Adages ventured out of its cubicles last week for a breath of fresh air. First stop: a SoHo art gallery, where Adages attended an art opening for Ron Burkhardt, CEO of Burkardt & Hillman. To the layman, Ron's art looked like scribblings on agency letterhead painted over with a wash of watercolor. A closer look revealed names of business contacts and women's phone numbers. "Yes, all the pieces had phone numbers of my girlfriends," said the perennial bachelor. "Talk about revealing your soul, which is what artists are supposed to do. I laid mine out in the most intimate and scary way." Ron sold several pieces, mostly to women whose phone numbers were on display. "There were numbers of five or six girls on a page," said Ron, "and they all saw them and realized I was dating them all at the same time. It was pretty transparent. I probably made a lot of enemies last night."
The party's over?
Next stop: the Half King, a bar in N.Y.'s Chelsea owned by Sebastian Junger, author of The Perfect Storm and lately a poster-boy foreign correspondent for the glossies. MediaBistro.com hosted a business journalists-only panel with a promising premise: "Media Culpa: Did the Business Media Cause the Recession?" On hand were James Surowiecki and Malcolm Gladwell, both of the New Yorker, snarky Bloomberg reporter Christopher Byron and Geoff Lewis, formerly of CNBC. Gladwell, also the author of The Tipping Point and a fixture at ad industry events, once again lived up to his name, bubbling happily over every human potential. His antidote for depression-inducing journalism: "There should be more nerds writing about stuff," he gurgled with goodwill. Byron, on the other hand, snarled. If a depression can be laid at anyone's door, it should start at his. "Everyone in this room lives for the moment when they can stand up in the pressroom and announce that everything is awful, that we are all going to die," Byron said gleefully. "Everyone here wants to break that story."
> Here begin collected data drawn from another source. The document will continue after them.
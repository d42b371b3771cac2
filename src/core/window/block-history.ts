import { expectRecord, type StateRecord } from '../state/record.js';

/**
 * Block history: the means of equal blocks of every sample since a start index, at a resolution
 * that halves whenever the record outgrows the capacity (neighbouring blocks are merged in pairs).
 *
 * Why: a growing window drops its warm-up, but the warm-up is exactly what tells how long the
 * transient lasts. The transient fit (core/stationarity/transient-fit.ts) reads this history, so
 * the samples already cut still inform where the cut belongs as the record grows.
 * Numerics: values enter shifted by the first sample, so an offset costs no digits; a block mean is
 *   a plain sum over at most 2^k samples (k the number of merges).
 * Cost: O(1) amortised per sample (a merge touches every block, once per doubling of the record).
 * Memory: `capacity` doubles (4 KiB at the default 512).
 */
export interface BlockHistoryState extends StateRecord<'block-history', 1> {
  start: number;
  shift: number;
  blockSize: number;
  count: number;
  sums: Float64Array;
  partialSum: number;
  partialCount: number;
}

export class BlockHistory {
  readonly capacity: number;
  /** Absolute index of the first sample. */
  start = 0;
  /** Value subtracted from every sample (the first one). */
  shift = Number.NaN;
  /** Samples per complete block. */
  blockSize = 1;
  /** Complete blocks. */
  count = 0;
  private sums: Float64Array;
  private partialSum = 0;
  private partialCount = 0;

  constructor(capacity = 512) {
    if (!Number.isInteger(capacity) || capacity < 16 || capacity % 2 !== 0) throw new RangeError('block history capacity must be an even integer of at least 16');
    this.capacity = capacity;
    this.sums = new Float64Array(capacity);
  }

  /** Forgets everything; the next sample gets absolute index `start`. */
  clear(start: number): void {
    this.start = start;
    this.shift = Number.NaN;
    this.blockSize = 1;
    this.count = 0;
    this.partialSum = 0;
    this.partialCount = 0;
  }

  /** Samples recorded (complete blocks and the partial one). */
  get length(): number {
    return this.count * this.blockSize + this.partialCount;
  }

  push(value: number): void {
    if (Number.isNaN(this.shift)) this.shift = value;
    this.partialSum += value - this.shift;
    if (++this.partialCount < this.blockSize) return;
    if (this.count === this.capacity) {
      // The block just completed becomes the first half of a block of the doubled size.
      this.merge();
      return;
    }
    this.sums[this.count++] = this.partialSum;
    this.partialSum = 0;
    this.partialCount = 0;
  }

  /** Rebuilds from a record of values that begins at absolute index `start`. O(values). */
  rebuild(values: ArrayLike<number>, start: number): void {
    this.clear(start);
    for (let i = 0; i < values.length; i++) this.push(values[i] as number);
  }

  /** Means of the complete blocks (a copy, unshifted). */
  means(): Float64Array {
    const out = new Float64Array(this.count);
    for (let k = 0; k < this.count; k++) out[k] = (this.sums[k] as number) / this.blockSize + this.shift;
    return out;
  }

  saveState(): BlockHistoryState {
    return { record: 'block-history', version: 1, start: this.start, shift: this.shift, blockSize: this.blockSize, count: this.count, sums: this.sums.slice(0, this.count), partialSum: this.partialSum, partialCount: this.partialCount };
  }

  /** @throws RangeError for a record of another name or version. */
  loadState(state: BlockHistoryState): void {
    expectRecord(state, 'block-history', 1);
    this.start = state.start;
    this.shift = state.shift;
    this.blockSize = state.blockSize;
    this.count = state.count;
    this.sums.fill(0);
    this.sums.set(state.sums);
    this.partialSum = state.partialSum;
    this.partialCount = state.partialCount;
  }

  /** Halves the resolution: pairs of blocks become one; the partial block keeps its samples. */
  private merge(): void {
    const half = this.count / 2;
    for (let k = 0; k < half; k++) this.sums[k] = (this.sums[2 * k] as number) + (this.sums[2 * k + 1] as number);
    this.count = half;
    this.blockSize *= 2;
  }
}
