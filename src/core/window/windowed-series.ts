import { SampleRing, type SampleRingState } from './sample-ring.js';
import { ShiftedMoments, type ShiftedMomentsState } from './shifted-moments.js';
import { expectRecord, type StateRecord } from '../state/record.js';
import { LaggedProducts, autocovarianceFromProducts, type LaggedProductsState } from '../acf/lagged-products.js';
import { BlockPyramid, type BlockPyramidState } from './block-pyramid.js';

/**
 * Windowed series: one channel's averaging window and the sums that every estimator reads.
 *
 * Holds the window's samples (SampleRing), and in one shifted coordinate system (d = x - anchor)
 * the running moments (ShiftedMoments), the lagged cross-products up to maxLag (LaggedProducts)
 * and the block pyramid (BlockPyramid). Samples enter at the back; they leave from the front when
 * a sliding window is full or when the caller cuts the front (warm-up truncation).
 *
 * Exactness: every `recomputeEvery` removals (a multiple of the window size) the sums are rebuilt
 * from the stored samples, and the anchor moves to the window's current mean whenever the mean has
 * wandered more than a few standard deviations from it, so round-off cannot build up and the
 * shifted values stay small (the remedy recommended by Chan, Golub & LeVeque 1983).
 *
 * Cost: O(maxLag) per sample for the lagged products, O(1) amortised for the rest; a rebuild costs
 *   O(n * maxLag) and happens at most once per `recomputeEvery` removals.
 * Memory: 16 bytes per windowed sample (value and time) plus about 8 for the pyramid.
 */
export interface WindowedSeriesState extends StateRecord<'windowed-series', 1> {
  ring: SampleRingState;
  moments: ShiftedMomentsState;
  lags: LaggedProductsState;
  pyramid: BlockPyramidState;
  anchor: number;
  firstIndex: number;
  nextIndex: number;
  removalsSinceRebuild: number;
  nextAnchorCheck: number;
  pollution: number;
  lastLargeIndex: number;
  /** Lags maintained when the state was saved (grown beyond the configured ones when needed). */
  maxLag: number;
}

export interface WindowedSeriesOptions {
  /** Largest number of samples the window holds; the oldest leaves when a new one would exceed it. */
  maxSamples: number;
  /** Largest lag of the maintained autocovariance. */
  maxLag: number;
  /** Allocate the whole window up front (fixed sliding windows). */
  preallocate?: boolean;
}

/** Removals between exact rebuilds, as a multiple of the window's capacity. */
const REBUILD_AFTER_WINDOWS = 4;
/** Re-anchor when the shifted mean exceeds this many standard deviations. */
const REANCHOR_SIGMAS = 8;
/** Rebuild once the window holds only values this many times smaller than the largest the sums carried. */
const POLLUTION_RATIO = 32;

export class WindowedSeries {
  readonly maxSamples: number;
  maxLag: number;
  readonly ring: SampleRing;
  readonly moments = new ShiftedMoments();
  lags: LaggedProducts;
  readonly pyramid: BlockPyramid;
  /** Value subtracted from every sample before it enters the sums. */
  anchor = Number.NaN;
  /** Absolute index (0-based, since the series began) of the oldest sample in the window. */
  firstIndex = 0;
  /** Absolute index the next sample will get. */
  nextIndex = 0;
  private removalsSinceRebuild = 0;
  /** The last autocovariance computed without a buffer, and the window it was computed for. */
  private cachedAcf: Float64Array | null = null;
  private cachedAcfFirst = -1;
  private cachedAcfNext = -1;
  private cachedAcfLags = -1;
  private nextAnchorCheck = 16;
  /** Largest |shifted value| that entered the sums since the last rebuild. */
  private pollution = 0;
  /** Absolute index of the last sample whose |shifted value| exceeded pollution / POLLUTION_RATIO when it entered. */
  private lastLargeIndex = -1;

  constructor(options: WindowedSeriesOptions) {
    const { maxSamples, maxLag } = options;
    if (!Number.isInteger(maxSamples) || maxSamples < 4) throw new RangeError('windowed series requires maxSamples of at least 4');
    this.maxSamples = maxSamples;
    this.maxLag = maxLag;
    const preallocate = options.preallocate ?? false;
    this.ring = new SampleRing(preallocate ? maxSamples : Math.min(maxSamples, 1024), maxSamples);
    this.lags = new LaggedProducts(maxLag, (i) => this.ring.at(i) - this.anchor);
    this.pyramid = new BlockPyramid(maxSamples, preallocate);
  }

  get length(): number {
    return this.ring.length;
  }

  /** Appends a sample; drops the oldest first when the window is full. */
  push(value: number, time: number): void {
    if (this.ring.isFull) this.shift();
    if (this.ring.length === 0) {
      this.anchor = value;
      this.firstIndex = this.nextIndex;
      this.pyramid.reset(this.firstIndex);
    }
    const shifted = value - this.anchor;
    this.track(shifted, this.nextIndex);
    this.ring.push(value, time);
    this.moments.add(shifted);
    this.lags.addNewest(shifted);
    this.pyramid.add(this.nextIndex, shifted);
    this.nextIndex++;
    if (this.ring.length >= this.nextAnchorCheck) this.checkAnchor();
  }

  /** Drops the oldest sample. */
  shift(): void {
    const n = this.ring.length;
    if (n === 0) return;
    const leaving = this.ring.at(0) - this.anchor;
    this.ring.shift();
    this.lags.removeOldest(leaving);
    this.moments.remove(leaving);
    this.firstIndex++;
    this.pyramid.dropBefore(this.firstIndex);
    const removals = ++this.removalsSinceRebuild;
    if (this.ring.length === 0) return;
    if (removals >= REBUILD_AFTER_WINDOWS * this.maxSamples || this.firstIndex > this.lastLargeIndex || this.anchorDrifted()) {
      this.rebuild(this.mean);
    }
  }

  /** Drops every sample with absolute index below `index` (warm-up truncation). */
  dropBefore(index: number): void {
    const target = Math.min(index, this.nextIndex);
    if (target <= this.firstIndex) return;
    const count = target - this.firstIndex;
    if (count * 4 >= this.ring.length) {
      // Cheaper to rebuild than to remove one by one.
      for (let i = 0; i < count; i++) this.ring.shift();
      this.firstIndex = target;
      this.rebuild(this.ring.length > 0 ? this.ring.at(0) : Number.NaN);
      return;
    }
    for (let i = 0; i < count; i++) this.shift();
    if (this.ring.length > 0 && this.anchorDrifted()) this.rebuild(this.mean);
  }

  /** Removes every sample; the next one starts a new window at the next absolute index. */
  clear(): void {
    this.cachedAcf = null;
    this.ring.clear();
    this.moments.reset();
    this.lags.reset();
    this.firstIndex = this.nextIndex;
    this.pyramid.reset(this.firstIndex);
    this.removalsSinceRebuild = 0;
    this.nextAnchorCheck = 16;
    this.pollution = 0;
    this.lastLargeIndex = -1;
  }

  /** Mean of the window. */
  get mean(): number {
    return this.anchor + this.moments.shiftedMean;
  }

  /** Sample variance (divisor n - 1). */
  get variance(): number {
    return this.moments.variance;
  }

  /** Shifted value of the i-th oldest sample. */
  shiftedAt(i: number): number {
    return this.ring.at(i) - this.anchor;
  }

  /**
   * Biased autocovariance at lags 0..min(maxLag, n - 1) from the maintained products. Cost O(maxLag).
   * Without `out` the result is cached until the window changes: callers must not modify it.
   */
  autocovariance(out?: Float64Array): Float64Array {
    if (out === undefined) {
      if (this.cachedAcf && this.cachedAcfFirst === this.firstIndex && this.cachedAcfNext === this.nextIndex && this.cachedAcfLags === this.maxLag) return this.cachedAcf;
      this.cachedAcf = this.computeAutocovariance();
      this.cachedAcfFirst = this.firstIndex;
      this.cachedAcfNext = this.nextIndex;
      this.cachedAcfLags = this.maxLag;
      return this.cachedAcf;
    }
    return this.computeAutocovariance(out);
  }

  private computeAutocovariance(out?: Float64Array): Float64Array {
    const ring = this.ring;
    const n = ring.length;
    const anchor = this.anchor;
    const edge = Math.min(n, this.maxLag);
    const front = new Float64Array(edge);
    const back = new Float64Array(edge);
    for (let i = 0; i < edge; i++) {
      front[i] = ring.at(i) - anchor;
      back[i] = ring.at(n - 1 - i) - anchor;
    }
    return autocovarianceFromProducts(this.lags.products(), n, this.moments.shiftedSum, front, back, out);
  }

  /** The window's values, oldest first (a copy). */
  values(): Float64Array {
    return this.ring.copyValues();
  }

  /** The newest `count` values of the window, oldest first (a copy). O(count). */
  newestValues(count: number): Float64Array {
    return this.ring.copyNewestValues(count);
  }

  /** Bytes held by the window's buffers. */
  get byteLength(): number {
    return this.ring.capacity * 16 + this.pyramid.byteLength + this.lags.byteLength;
  }

  /** Plain-data state: restoring it continues the series bit for bit (typed arrays are copies). */
  saveState(): WindowedSeriesState {
    return {
      record: 'windowed-series',
      version: 1,
      ring: this.ring.saveState(),
      moments: this.moments.saveState(),
      lags: this.lags.saveState(),
      pyramid: this.pyramid.saveState(),
      anchor: this.anchor,
      firstIndex: this.firstIndex,
      nextIndex: this.nextIndex,
      removalsSinceRebuild: this.removalsSinceRebuild,
      nextAnchorCheck: this.nextAnchorCheck,
      pollution: this.pollution,
      lastLargeIndex: this.lastLargeIndex,
      maxLag: this.maxLag,
    };
  }

  loadState(state: WindowedSeriesState): void {
    expectRecord(state, 'windowed-series', 1);
    this.cachedAcf = null;
    const maxLag = state.maxLag;
    if (maxLag !== this.maxLag) {
      this.maxLag = maxLag;
      this.lags = new LaggedProducts(maxLag, (i) => this.ring.at(i) - this.anchor);
    }
    this.ring.loadState(state.ring);
    this.moments.loadState(state.moments);
    this.lags.loadState(state.lags);
    this.pyramid.loadState(state.pyramid);
    ({ anchor: this.anchor, firstIndex: this.firstIndex, nextIndex: this.nextIndex, removalsSinceRebuild: this.removalsSinceRebuild, nextAnchorCheck: this.nextAnchorCheck, pollution: this.pollution, lastLargeIndex: this.lastLargeIndex } = state);
  }

  /**
   * Maintains more lags from now on (a window estimator needed lags beyond maxLag): the lagged
   * products are rebuilt over the window with the new count. Cost O(n * maxLag).
   */
  growLags(maxLag: number): void {
    if (maxLag <= this.maxLag) return;
    this.maxLag = maxLag;
    this.lags = new LaggedProducts(maxLag, (i) => this.ring.at(i) - this.anchor);
    this.rebuild(this.anchor);
  }

  /** Rebuilds every sum exactly from the stored samples, around `anchor`. Cost O(n * maxLag). */
  rebuild(anchor: number): void {
    this.cachedAcf = null;
    const n = this.ring.length;
    this.anchor = n > 0 ? anchor : Number.NaN;
    this.moments.reset();
    this.lags.reset();
    this.pyramid.reset(this.firstIndex);
    this.pollution = 0;
    this.lastLargeIndex = -1;
    for (let i = 0; i < n; i++) {
      const shifted = this.ring.at(i) - this.anchor;
      this.track(shifted, this.firstIndex + i);
      this.moments.add(shifted);
      this.lags.addNewest(shifted);
      this.pyramid.add(this.firstIndex + i, shifted);
    }
    this.removalsSinceRebuild = 0;
    this.nextAnchorCheck = Math.max(16, 2 * n);
  }

  /**
   * Round-off in the sums scales with the largest value that passed through them. Once every value
   * left in the window is POLLUTION_RATIO times smaller than that (a spike or an old level has slid
   * out), `shift` rebuilds the sums exactly.
   */
  private track(shifted: number, index: number): void {
    const size = Math.abs(shifted);
    if (size > this.pollution) this.pollution = size;
    if (size * POLLUTION_RATIO > this.pollution) this.lastLargeIndex = index;
  }

  private checkAnchor(): void {
    // Checked at doubling lengths (and after rebuilds), so the cost is amortised O(1).
    this.nextAnchorCheck = Math.max(16, 2 * this.ring.length);
    if (this.anchorDrifted()) this.rebuild(this.mean);
  }

  /**
   * True when the window's mean has moved more than REANCHOR_SIGMAS standard deviations from the
   * anchor (a level change has passed through a sliding window, or a warm-up has settled), so the
   * shifted values have grown large against their spread and the sums would lose digits.
   */
  private anchorDrifted(): boolean {
    const mean = this.moments.shiftedMean;
    const variance = this.moments.variance;
    const representable = 1e-10 * Math.abs(this.anchor);
    return mean * mean > REANCHOR_SIGMAS * REANCHOR_SIGMAS * variance + representable * representable;
  }
}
Adages received a copy of a letter addressed to Richard Fizdale, the recently retired CEO of Leo Burnett, from Norman Muse, former worldwide chief creative officer at Burnett.
"After many years of doing nothing," writes Norm to Rick, who is still vice chairman at Burnett parent Bcom3 Group, "or nothing very noticeable, to improve Burnett's creative product, or even paying much attention to it, I find it more than a little strange that you would now...decide to lambaste your colleagues."
As reported March 6 in the Chicago Tribune, Rick criticized the agency's creative output in a memo to its top creative directors written shortly after his retirement. "Please rise above this sophomoric, uninspired...idea-less, uncrafted blob of work," Rick wrote.
Norm was not happy about it. "Coming into office you took credit for work you had nothing to do with," he wrote. "Now, as you're leaving, how can you duck responsibility for work you should have had everything to do with, stuff created on your watch?"
It gets worse. "Now get the hell off the premises, man," Norm rails. "Your demise has been more prolonged than Francisco Franco's!"
Norm could not be reached for comment.
Who said advertising is pornographic? The answer: Balthasar Klossowski, a.k.a Balthus, an artist responsible for creating a body of work obsessed with adolescent bodies. He should know.